Interior has better technology than Pegasus to intercept communications

Years ago, a source from the Spanish intelligence service told ABC: "If citizens knew what we can do with any mobile, no matter how sophisticated it may seem, they would throw it away".

Interior has better technology than Pegasus to intercept communications

Years ago, a source from the Spanish intelligence service told ABC: "If citizens knew what we can do with any mobile, no matter how sophisticated it may seem, they would throw it away"... The reflection is relevant in a few moments in which Paz Esteban, the former director of the National Intelligence Center (CNI), has lost her job because of the espionage carried out through mobile terminals: the one carried out on the leaders of secessionism and the one suffered by the Prime Minister , Pedro Sánchez, and the Ministers of Defence, Margarita Robles, and of the Interior, Fernando Grande-Marlaska.

In any case, between the use of this type of tools by the intelligence service and the State Security Forces –therefore, Mossos d'Esquadra and Ertzaintza as well– there is a coincidence; both have to request judicial authorization to do so, but there is a substantial difference: the former transfer the results of this intervention of communications to the Government, while the latter report them to the judicial authority that has authorized the wiretapping, so that they can be used as evidence in criminal proceedings.

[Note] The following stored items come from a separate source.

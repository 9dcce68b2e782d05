//! The `Cover` sheet: what the workbook is, where its inputs came from, and how to read it.
//!
//! It names the case, the valuation date and the run, lists every input file with its sheet,
//! column and SHA-256 (the same hashes as `result.json`, so the workbook can be tied to a
//! receipt), repeats the headline figures as formulas over the `Cost of capital` sheet, explains
//! the colours, and carries the cautions every hurdle output carries.

use crate::error::Result;

use super::{xlsx_error, Book, Expect, Sheet};

/// The cautions, as README and the memo state them.
const CAUTIONS: [&str; 5] = [
    "A discount rate is a judgement. This workbook shows how one was estimated; it does not make \
     the choices behind it (peers, index, window, frequency, premiums) right.",
    "A beta is an estimate with statistical error, and so is every figure built on it: read the \
     confidence intervals, not only the point estimates.",
    "Every input (prices, balance-sheet figures, tax rates, rates, premiums, the cost of debt) is \
     as supplied by the user; hurdle checks form and range, not truth. Verify each against its \
     source before relying on the result.",
    "hurdle computes; it does not advise. Nothing here is investment, tax, legal or accounting \
     advice, nor a fairness opinion.",
    "Defer to the valuation and reporting standards that apply to the engagement and to the \
     judgement of appropriately qualified professionals.",
];

/// The sheets, in order, with what each holds.
const GUIDE: [(&str, &str); 7] = [
    (
        "Cover",
        "This page: the case, the input files and their hashes, the headline figures.",
    ),
    (
        "Inputs",
        "The case's figures as named cells (yellow); change one to see what moves.",
    ),
    (
        "Cost of capital",
        "Aggregation, relevering, cost of equity, cost of debt, weights, WACC.",
    ),
    (
        "Unlevering",
        "Per peer: adjustment, capital structure, debt terms, unlevered betas.",
    ),
    (
        "Betas",
        "Per peer: the regression as spreadsheet functions over the Returns sheet.",
    ),
    (
        "Returns",
        "Every return each regression uses, one block of rows per peer.",
    ),
    (
        "Analyses",
        "Reruns of the case (formula comparison, sensitivity, Monte Carlo): values.",
    ),
];

pub(crate) fn sheet(book: &mut Book) -> Result<Sheet> {
    let v = book.v;
    let mut sheet = Sheet::new("Cover")?;
    let s = &book.styles;
    let (title, label, text, mono) = (
        s.title.clone(),
        s.label.clone(),
        s.text.clone(),
        s.mono.clone(),
    );
    book.text(&mut sheet, (0, 0), &v.case.title, &title)?;
    let intro = format!(
        "Cost-of-capital workbook written by {} {}. The chain from the returns to the WACC is made \
         of live formulas: change an input on the Inputs sheet and every figure that depends on \
         it recomputes. Cached values equal result.json of the same run until an input is \
         edited; the headline figures' State column then says which figures are no longer the \
         run's, and the notes, the Analyses sheet and the file hashes below stay as of the run.",
        v.tool.name, v.tool.version
    );
    book.text(&mut sheet, (1, 0), &intro, &text)?;
    let facts = [
        ("Subject", v.case.subject.clone()),
        ("Currency", v.case.currency.clone()),
        ("Run at (UTC)", v.generated_at.clone()),
        ("Case file", v.case.file.clone()),
        ("Case file SHA-256", v.case.sha256.clone()),
        ("Overrides", v.case.overrides.join("; ")),
        ("Beta method", v.estimator.method_description.clone()),
        (
            "Standard errors",
            v.estimator.std_errors_description.clone(),
        ),
        (
            "Return window",
            format!(
                "{} {} returns, {} to {}",
                v.sampling.lookback,
                crate::report::format::label(&v.sampling.frequency),
                v.sampling.window_start,
                v.sampling.window_end
            ),
        ),
    ];
    book.text(&mut sheet, (3, 0), "Valuation date", &label)?;
    book.date(&mut sheet, (3, 1), v.case.valuation_date)?;
    let mut row = 4;
    for (name, value) in facts {
        book.text(&mut sheet, (row, 0), name, &label)?;
        let format = if name.ends_with("SHA-256") {
            &mono
        } else {
            &text
        };
        book.text(&mut sheet, (row, 1), &value, format)?;
        row += 1;
    }
    row = headline(book, &mut sheet, row + 1)?;
    row = notes(book, &mut sheet, row + 1)?;
    row = files(book, &mut sheet, row + 1)?;
    guide_and_cautions(book, &mut sheet, row)?;
    sheet.ws.set_column_width(0, 28).map_err(xlsx_error)?;
    sheet.ws.set_column_width(1, 60).map_err(xlsx_error)?;
    for col in 2..8 {
        sheet.ws.set_column_width(col, 16).map_err(xlsx_error)?;
    }
    Ok(sheet)
}

/// The guide to the sheets, the legend of the cell colours and the general cautions, from
/// `row` down.
fn guide_and_cautions(book: &mut Book, sheet: &mut Sheet, row: u32) -> Result<()> {
    let s = &book.styles;
    let (subtitle, label, text) = (s.subtitle.clone(), s.label.clone(), s.text.clone());
    // Long sentences wrap inside column B, on screen and on paper.
    let wrapped = text.clone().set_text_wrap();
    book.text(sheet, (row + 1, 0), "Sheets", &subtitle)?;
    let mut row = row + 2;
    for (name, what) in GUIDE {
        book.text(sheet, (row, 0), name, &label)?;
        book.text(sheet, (row, 1), what, &wrapped)?;
        row += 1;
    }
    row = legend(book, sheet, row + 1)?;
    book.text(sheet, (row + 1, 0), "Cautions", &subtitle)?;
    row += 2;
    for caution in CAUTIONS {
        book.text(sheet, (row, 0), "•", &text)?;
        book.text(sheet, (row, 1), caution, &wrapped)?;
        row += 1;
    }
    Ok(())
}

/// The run's own notes, as `result.json` and the memo give them, the figures to check first: a
/// reader who opens only the workbook sees what the run found (a premium typed as a percentage,
/// a peer dropped, a window the data do not cover), not just the general cautions.
fn notes(book: &mut Book, sheet: &mut Sheet, row: u32) -> Result<u32> {
    let v = book.v;
    let (subtitle, text, flag) = (
        book.styles.subtitle.clone(),
        book.styles.text.clone(),
        book.styles.flag.clone(),
    );
    book.text(sheet, (row, 0), "Notes on this run", &subtitle)?;
    let mut row = row + 1;
    let cautions = crate::report::cautions::case_cautions(v, "the Betas sheet's Flags column");
    if v.notes.is_empty() && cautions.is_empty() {
        book.text(sheet, (row, 1), "None.", &text)?;
        return Ok(row + 1);
    }
    let checks = v.notes.iter().filter(|n| n.starts_with("Check: "));
    let others = v.notes.iter().filter(|n| !n.starts_with("Check: "));
    let marked = (cautions.iter().map(|c| ("Caution", c)))
        .chain(checks.map(|n| ("Check", n)))
        .chain(others.map(|n| ("•", n)));
    for (mark, note) in marked {
        let style = match mark {
            "•" => &text,
            _ => &flag,
        };
        book.text(sheet, (row, 0), mark, style)?;
        book.text(sheet, (row, 1), note, &text.clone().set_text_wrap())?;
        row += 1;
    }
    Ok(row)
}

/// The headline figures, as formulas over the named results.
fn headline(book: &mut Book, sheet: &mut Sheet, row: u32) -> Result<u32> {
    let (subtitle, label) = (book.styles.subtitle.clone(), book.styles.label.clone());
    let (pct, beta) = (book.styles.percent.clone(), book.styles.beta.clone());
    book.text(sheet, (row, 0), "Headline figures", &subtitle)?;
    let header = book.styles.header.clone();
    let currency = &book.v.case.currency;
    // The live column holds figures in both currencies when the case converts (found by review:
    // it was headed with the case's currency alone); each row's label names its currency.
    let live = match &book.v.cost.currency_conversion {
        Some(_) => "Live (formulas)".to_string(),
        None => format!("Live ({currency}; formulas)"),
    };
    for (col, text) in [
        (1, live),
        (2, "As run (values)".to_string()),
        (3, "State".to_string()),
    ] {
        book.text(sheet, (row, col), &text, &header)?;
    }
    let rows = headline_rows(book.v);
    let mut r = row + 1;
    for (name, formula, pointer, percent) in rows {
        let format = if percent { &pct } else { &beta };
        book.text(sheet, (r, 0), &name, &label)?;
        book.formula(sheet, (r, 1), formula, Expect::Json(pointer.into()), format)?;
        // The run's own figure beside the live one, and whether an edit moved it by more than
        // 1e-9 of it (1e-9 below 1): LINEST misses hurdle's QR by 1e-12 on an ill-conditioned
        // Dimson design (found by review: an unedited workbook read EDITED).
        let as_run = book.figure(pointer)?;
        let fixed = book.styles.computed(format);
        book.number(sheet, (r, 2), as_run, &fixed)?;
        let (live, kept) = (sheet.abs(r, 1), sheet.abs(r, 2));
        let state =
            format!("=IF(ABS({live}-{kept})>1E-9*MAX(1,ABS({kept})),\"{EDITED}\",\"{AS_RUN}\")");
        let text = book.styles.text.clone();
        book.formula(sheet, (r, 3), &state, Expect::Text(AS_RUN), &text)?;
        r += 1;
    }
    Ok(r)
}

/// The Cover's headline rows: label, formula, `result.json` field, and whether a rate (else a
/// beta). With a currency conversion each rate names its currency, and the output currency's
/// WACC, the WACC of a subject borrowing in it and its cost of equity join them (found by review:
/// the live column was headed with the case's currency alone, and the borrowing rate missing).
fn headline_rows(
    v: &crate::valuation::Valuation,
) -> Vec<(String, &'static str, &'static str, bool)> {
    let currency = &v.case.currency;
    let converted = v.cost.currency_conversion.as_ref().map(|c| c.to.as_str());
    let in_case = |what: &str| match converted {
        Some(_) => format!("{what} ({currency})"),
        None => what.to_string(),
    };
    let mut rows = vec![
        (in_case("WACC"), "=Wacc", "/wacc", true),
        (
            in_case("Cost of equity"),
            "=CostOfEquity",
            "/cost_of_equity",
            true,
        ),
        (
            "After-tax cost of debt".to_string(),
            "=CostOfDebtAfterTax",
            "/cost_of_debt_after_tax",
            true,
        ),
        (
            "Relevered beta".to_string(),
            "=ReleveredBeta",
            "/beta/relevered",
            false,
        ),
        (
            "Aggregate unlevered beta".to_string(),
            "=UnleveredBeta",
            "/beta/unlevered",
            false,
        ),
    ];
    if let Some(to) = converted {
        rows.insert(
            1,
            (
                format!("WACC ({to})"),
                "=WaccOutputCurrency",
                "/currency_conversion/wacc",
                true,
            ),
        );
        rows.insert(
            2,
            (
                format!("WACC ({to}), subject borrowing in {to}"),
                "=WaccBorrowingOutputCurrency",
                "/currency_conversion/wacc_borrowing_locally",
                true,
            ),
        );
        rows.insert(
            4,
            (
                format!("Cost of equity ({to})"),
                "=CostOfEquityOutputCurrency",
                "/currency_conversion/cost_of_equity",
                true,
            ),
        );
    }
    rows
}

/// The headline's state of a figure the workbook still computes as the run did.
const AS_RUN: &str = "as run";
/// The headline's state of a figure an edit has moved.
const EDITED: &str = "EDITED: not the run's figure";

/// Every input file with its sheet, column, rows and SHA-256.
fn files(book: &mut Book, sheet: &mut Sheet, row: u32) -> Result<u32> {
    let v = book.v;
    let (subtitle, header) = (book.styles.subtitle.clone(), book.styles.header.clone());
    let (text, mono, count) = (
        book.styles.text.clone(),
        book.styles.mono.clone(),
        book.styles.count.clone(),
    );
    book.text(sheet, (row, 0), "Input files", &subtitle)?;
    let heads = [
        "Role",
        "File",
        "Sheet",
        "Column",
        "Rows",
        "First date",
        "Last date",
        "SHA-256",
    ];
    for (col, head) in heads.iter().enumerate() {
        book.text(sheet, (row + 1, col as u16), head, &header)?;
    }
    let mut r = row + 2;
    for file in &v.files {
        book.text(sheet, (r, 0), &file.role, &text)?;
        book.text(sheet, (r, 1), &file.path, &text)?;
        book.text(sheet, (r, 2), file.sheet.as_deref().unwrap_or(""), &text)?;
        book.text(sheet, (r, 3), &file.column, &text)?;
        book.number(sheet, (r, 4), file.rows as f64, &count)?;
        book.date(sheet, (r, 5), file.first_date)?;
        book.date(sheet, (r, 6), file.last_date)?;
        book.text(sheet, (r, 7), &file.sha256, &mono)?;
        r += 1;
    }
    if let Some(table) = &v.cost.cost_of_debt.table {
        book.text(sheet, (r, 0), "spread table", &text)?;
        book.text(sheet, (r, 1), &table.path, &text)?;
        book.number(sheet, (r, 4), table.row_count as f64, &count)?;
        book.text(sheet, (r, 7), &table.sha256, &mono)?;
        r += 1;
    }
    Ok(r)
}

/// What the three kinds of cell look like.
fn legend(book: &mut Book, sheet: &mut Sheet, row: u32) -> Result<u32> {
    let s = &book.styles;
    let (subtitle, text) = (s.subtitle.clone(), s.text.clone());
    let input = s.percent_input.clone();
    let computed = s.computed(&s.percent);
    let plain = s.percent.clone();
    book.text(sheet, (row, 0), "Reading the cells", &subtitle)?;
    book.text(sheet, (row + 1, 0), "Input (named; may be changed)", &input)?;
    book.text(
        sheet,
        (row + 1, 1),
        "The case's figure. Every formula that uses it recomputes when it changes.",
        &text,
    )?;
    book.text(sheet, (row + 2, 0), "Formula", &plain)?;
    book.text(
        sheet,
        (row + 2, 1),
        "Computed by the spreadsheet from the cells it names; its saved value is hurdle's figure.",
        &text,
    )?;
    book.text(sheet, (row + 3, 0), "Computed by hurdle", &computed)?;
    book.text(sheet, (row + 3, 1), "A figure no spreadsheet function reproduces (robust standard errors, reruns); a note says how it was computed.", &text)?;
    Ok(row + 4)
}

Taking advantage of the controversy opened by the Pegasus case, nationalists and populists, all of them partners to a greater or lesser extent with the Government, have cast doubts not only on the legality of the actions of the intelligence services, never proven, but also on the interventions of communications made by the Police and the Civil Guard, who work under the orders of the Ministry of the Interior. Of course, they have not cast the same suspicions on the Mossos d'Equadra and the Ertzaintza, which naturally also use this investigation technique under the same conditions as the first two police forces mentioned. The only difference between them is the type of technology that each one has.

At this point, according to State security sources consulted by ABC, there is a finding: the Police and the Civil Guard are at the forefront of communications intervention systems, the Mossos have just acquired state-of-the-art technology that places them practically at the same level and the Ertzaintza is, for now, one step behind all of them. "However, the situation is changing, because new technological solutions come onto the market every day and it is essential to make the necessary investments so as not to become outdated."

"In order to be effective, it is absolutely necessary to evolve at the same rate as communications technologies," add the same sources, who specify that "for this, the corresponding purchases of the technological solutions provided by the market are made." "By the way," these media add, "those purchases are public."

Contrary to what might be supposed, at the moment the technology available to the Ministry of the Interior in this matter is one step ahead of the famous Pegasus, which is already a few years old. These communications intervention systems have the capacity, like the one already mentioned, to activate the voice systems and the camera of the intervened devices. However, at least until now they are not activated to do this type of operations, so they are not used for those missions. A different matter is that one day a judge, in a specific matter that he considers especially serious, may request that this capacity be activated in a timely manner. But at least for now neither the Police nor the Civil Guard use these functions of the tool.

"Pegasus was a breakthrough at the time, but it's already outdated. At first it needed a click from the user to be activated – to open an email, for example – but later it was achieved that it was not even necessary for the affected person to do anything.

In any case, the key word in a matter as delicate as this is legality; that is to say, that the intervention is adjusted to the law, that it is ordered by the corresponding judicial authority and that neither the Police nor the Civil Guard have the possibility of using this technology in a spurious way, without accounting for their action and without leaving a trace. her.

At this point there is a key system: Sitel, so reviled in its day –there were politicians who claimed that it was implemented to be able to spy on the adversary with absolute impunity– and that has been revealed as the best guarantee that there is no room for irregularities. In addition, it has another advantage: it is not 'hackable', or at least nobody has been able to do it so far.

State security sources consulted by ABC explain that Sitel is a large container of technological solutions, a "closet containing the different programs used in communications intervention." The advantage is that for it to be used, a code is needed that the judge in charge of the matter has to give, with which not only who has given the order is recorded, but it also refers to the specific judicial resolution, in which the motivation and the duration of the intervention.

There is another element that gives guarantees: the information obtained cannot be divided, which is transferred in its entirety to the judge and it is the judge who decides what is kept and what is destroyed depending on whether or not it is relevant to the investigation. “It is true that there are technological solutions on the market that allow communications to be intercepted outside of Sitel, but they are not capable of recording them. Obviously there are actors who use them outside the law, but it is already a criminal activity.

The most worrying of all, the sources explain, is that the open debate conveys to the citizen the feeling that in Spain the CNI or the Security Forces can arbitrarily spy on them, which is not true.